Monday, September 06, 2010


4 Little Girls (1997)
directed by Spike Lee
rating: 4 out of 5 cravats
on DVD from Netflix

I recently used this as an example of how I seem to spend more time crying during movies and TV shows than I used to, but followed it up with a joke about Dumb & Dumber. Specifically, the scene where Lloyd turns on the waterworks during a commercial. I think he wipes his tears with hundred dollar bills, but like Kenny Powers yelling at Wayne and Dustin Jr., I don't have the creative capacity to say something constructive about a story as heartbreaking as 4 Little Girls without sounding like an asshole. By which I mean that there's nothing I can add to a conversation about good people and bad people that isn't conveyed better by these mothers and fathers who grew old with daughters dead and buried decades ago. The South is routinely condescended to in the national narrative, but these families are testaments to why that is a disservice to so many of the people who live there, and to what they have given the country that so many of their neighbors take for granted.
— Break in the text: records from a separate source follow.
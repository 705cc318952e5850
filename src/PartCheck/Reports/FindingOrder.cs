using PartCheck.Rules;

namespace PartCheck.Reports;

/// <summary>
/// The order of findings in every report, worst first: nonconforming without a stress ratio, nonconforming by stress ratio
/// descending, not verified, under a concession, conforming by stress ratio descending. Ties go by the order of channels, of rules, then by
/// reference (Q2 before Q10), part number and manufacturer, so that the order never depends on how the findings were made.
/// </summary>
public static class FindingOrder
{
    /// <summary>Sorts a board's findings.</summary>
    /// <param name="board">The board; its <see cref="BoardReport.Channels"/> and <see cref="BoardReport.Rules"/> give the order of ties.</param>
    public static IReadOnlyList<Finding> WorstFirst(BoardReport board)
    {
        ArgumentNullException.ThrowIfNull(board);
        return WorstFirst(board.Findings, [.. board.Channels.Select(c => c.Channel)], board.Rules);
    }

    /// <summary>Sorts findings.</summary>
    /// <param name="findings">What to sort; it is left as it is.</param>
    /// <param name="channels">Names of the channels in order; findings of no channel come last.</param>
    /// <param name="rules">Identifiers of the rules in order; others come last.</param>
    public static IReadOnlyList<Finding> WorstFirst(
        IEnumerable<Finding> findings, IReadOnlyList<string> channels, IReadOnlyList<string> rules)
    {
        Dictionary<string, int> channelAt = Positions(channels);
        Dictionary<string, int> ruleAt = Positions(rules);
        return [.. findings
            .OrderBy(Group)
            .ThenByDescending(f => Ratio(f) ?? double.NegativeInfinity)
            .ThenBy(f => f.Channel is null ? int.MaxValue : channelAt.GetValueOrDefault(f.Channel, int.MaxValue))
            .ThenBy(f => f.Channel, NaturalOrder.Instance)
            .ThenBy(f => ruleAt.GetValueOrDefault(f.Rule, int.MaxValue))
            .ThenBy(f => f.Rule, StringComparer.Ordinal)
            .ThenBy(f => f.Pin, NaturalOrder.Instance)
            .ThenBy(f => f.Reference ?? (f.References is { Count: > 0 } all ? all[0] : null), NaturalOrder.Instance)
            .ThenBy(f => f.PartNumber, StringComparer.Ordinal)
            .ThenBy(f => f.Manufacturer, StringComparer.Ordinal)];
    }

    /// <summary>The stress ratio where it is a finite number, else null.</summary>
    internal static double? Ratio(Finding finding) =>
        finding.StressRatio is { } ratio && double.IsFinite(ratio) ? ratio : null;

    private static int Group(Finding finding) => finding.Verdict switch
    {
        Verdict.Nonconforming => Ratio(finding) is null ? 0 : 1,
        Verdict.NotVerified => 2,
        Verdict.Concession => 3,
        _ => 4,
    };

    private static Dictionary<string, int> Positions(IReadOnlyList<string> names)
    {
        var positions = new Dictionary<string, int>(StringComparer.Ordinal);
        for (int i = 0; i < names.Count; i++)
        {
            positions.TryAdd(names[i], i);
        }

        return positions;
    }
}
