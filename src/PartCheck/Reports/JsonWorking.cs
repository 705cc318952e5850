using System.Text;
using System.Text.Json;
using PartCheck.Rules;
using PartCheck.Workings;

namespace PartCheck.Reports;

/// <summary>
/// Workings for machines. The finding as in the report of <c>check</c>; each line with symbol, formula, figures, result, unit, source, cell and
/// whether it was assumed. Results are SI but for the unit <c>degC</c>, which the formulas are written in.
/// </summary>
public static class JsonWorking
{
    /// <summary>Writes the workings.</summary>
    /// <returns>JSON with LF line ends and a line end at its end.</returns>
    public static string Write(WorkingReport report)
    {
        ArgumentNullException.ThrowIfNull(report);
        using var bytes = new MemoryStream();
        using (var json = new Utf8JsonWriter(bytes, JsonReport.Options))
        {
            json.WriteStartObject();
            json.Text("board", report.Board.Board);
            json.Text("channel", report.Channel);
            json.Text("verdict", VerdictWords.Of(report.Verdict));
            json.Text("derating", report.Derating);
            json.Text("deratingNote", report.Board.DeratingNote);
            json.List("workings", report.Workings, WriteOne);
            json.List("assumed", report.Assumed, JsonReport.WriteAssumed);
            json.Texts("cautions", report.Board.Cautions);
            json.List("complaints", report.Check.Complaints, JsonReport.WriteComplaint);
            json.List("inputs", report.Check.Inputs, JsonReport.WriteInput);
            json.WriteEndObject();
        }

        bytes.WriteByte((byte)'\n');
        return Encoding.UTF8.GetString(bytes.GetBuffer(), 0, checked((int)bytes.Length));
    }

    private static void WriteOne(Utf8JsonWriter json, Working working)
    {
        json.WriteStartObject("finding");
        JsonFinding.Write(json, working.Finding);
        json.WriteEndObject();
        json.Text("actualSymbol", working.Actual);
        json.Text("allowedSymbol", working.Allowed);
        json.Text("ratioSymbol", working.Ratio);
        json.List("steps", working.Lines, WriteLine);
        json.List("checks", working.Checks, WriteLine);
    }

    private static void WriteLine(Utf8JsonWriter json, WorkingLine line)
    {
        DerivationLine l = line.Line;
        json.Text("kind", Word(l.Kind));
        json.Text("symbol", l.Symbol.Length > 0 ? l.Symbol : null);
        json.Text("formula", l.Formula.Length > 0 ? l.Formula : null);
        json.Text("numbers", line.Numbers);
        json.Real("result", line.Figure?.Value);
        json.Text("printed", line.Figure?.Text);
        json.Text("unit", line.Figure is null ? null : l.Unit);
        if (l.Kind == DerivationKind.Balance)
        {
            json.WriteStartObject("right");
            json.Text("formula", l.Right);
            json.Text("numbers", line.RightNumbers);
            json.Real("result", line.RightFigure?.Value);
            json.Text("printed", line.RightFigure?.Text);
            json.WriteEndObject();
        }

        if (line.Unrounded is { } unrounded)
        {
            json.Text("unrounded", unrounded.Text);
        }

        json.Text("meaning", l.Meaning);
        json.Text("source", l.Source);
        json.Text("cell", l.Cell);
        json.WriteBoolean("assumed", l.Assumed);
    }

    private static string Word(DerivationKind kind) => kind switch
    {
        DerivationKind.Given => "given",
        DerivationKind.Solved => "solved",
        DerivationKind.Step => "step",
        DerivationKind.Balance => "balance",
        DerivationKind.Note => "note",
        _ => throw new ArgumentOutOfRangeException(nameof(kind), kind, "A line is given, solved, a step, a balance or a note."),
    };
}
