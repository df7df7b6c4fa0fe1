// The settings of the manifest are those of the table, and what a client sends is taken with care.
import { expect, test } from 'vitest';
import manifest from '../../package.json';
import { DEFAULT_SETTINGS, readSettings, SETTINGS } from '../../src/server/settings.ts';

test('the manifest declares the settings of the table', () => {
  const wanted = Object.entries(SETTINGS).map(([name, setting]) => [
    `tautline.${name}`,
    { type: 'boolean', ...setting },
  ]);
  expect(manifest.contributes.configuration.properties).toEqual(Object.fromEntries(wanted));
});

test('what has the wrong kind keeps its default', () => {
  expect(readSettings({ valuesInText: false, drawingsInHovers: 'yes' })).toEqual({
    valuesInText: false,
    drawingsInHovers: true,
  });
  expect(readSettings(null)).toEqual(DEFAULT_SETTINGS);
});

test('the extension wakes for Markdown only, works untrusted, and every direct dependency is pinned', () => {
  expect(manifest.activationEvents).toEqual(['onLanguage:markdown']);
  expect(manifest.capabilities.untrustedWorkspaces.supported).toBe(true);
  for (const version of Object.values(manifest.devDependencies)) expect(version).toMatch(/^\d+\.\d+\.\d+$/);
  expect(manifest).not.toHaveProperty('dependencies');
});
Thursday, September 02, 2010

In the Trenches with Sexy Rexy

Night Train to Munich (1940)
directed by Carol Reed
rating: 3 out of 5 cravats
on DVD from Netflix

There's a fairy tale component to Reed's production that reminds me of Powell & Pressburger: double agents, beautiful daughters spirited across the English channel, alpine gondolas built on London backlots. But P & P said a lot about human nature in even their most patriotic efforts, whereas Reed seems content with a boardwalk song and dance. Perhaps that's why the comedy of an earlier generation - those not slaughtered in the Battle of the Somme - feels so toothless and out of place in the mouths of two idiots who do nothing but complain about soldiers on the cricket lawn. I don't know; it's all so sad, when you think about it, that it's a wonder movies get made at all. Not that I'm above a comment about the beautiful British heroine growing less beautiful as the movie progresses (and her soft focus shots gain a little clarity), but I'd rather sing Rex Harrison and Paul Henreid home across the water to their new careers as accented laugh kings in the land of the free.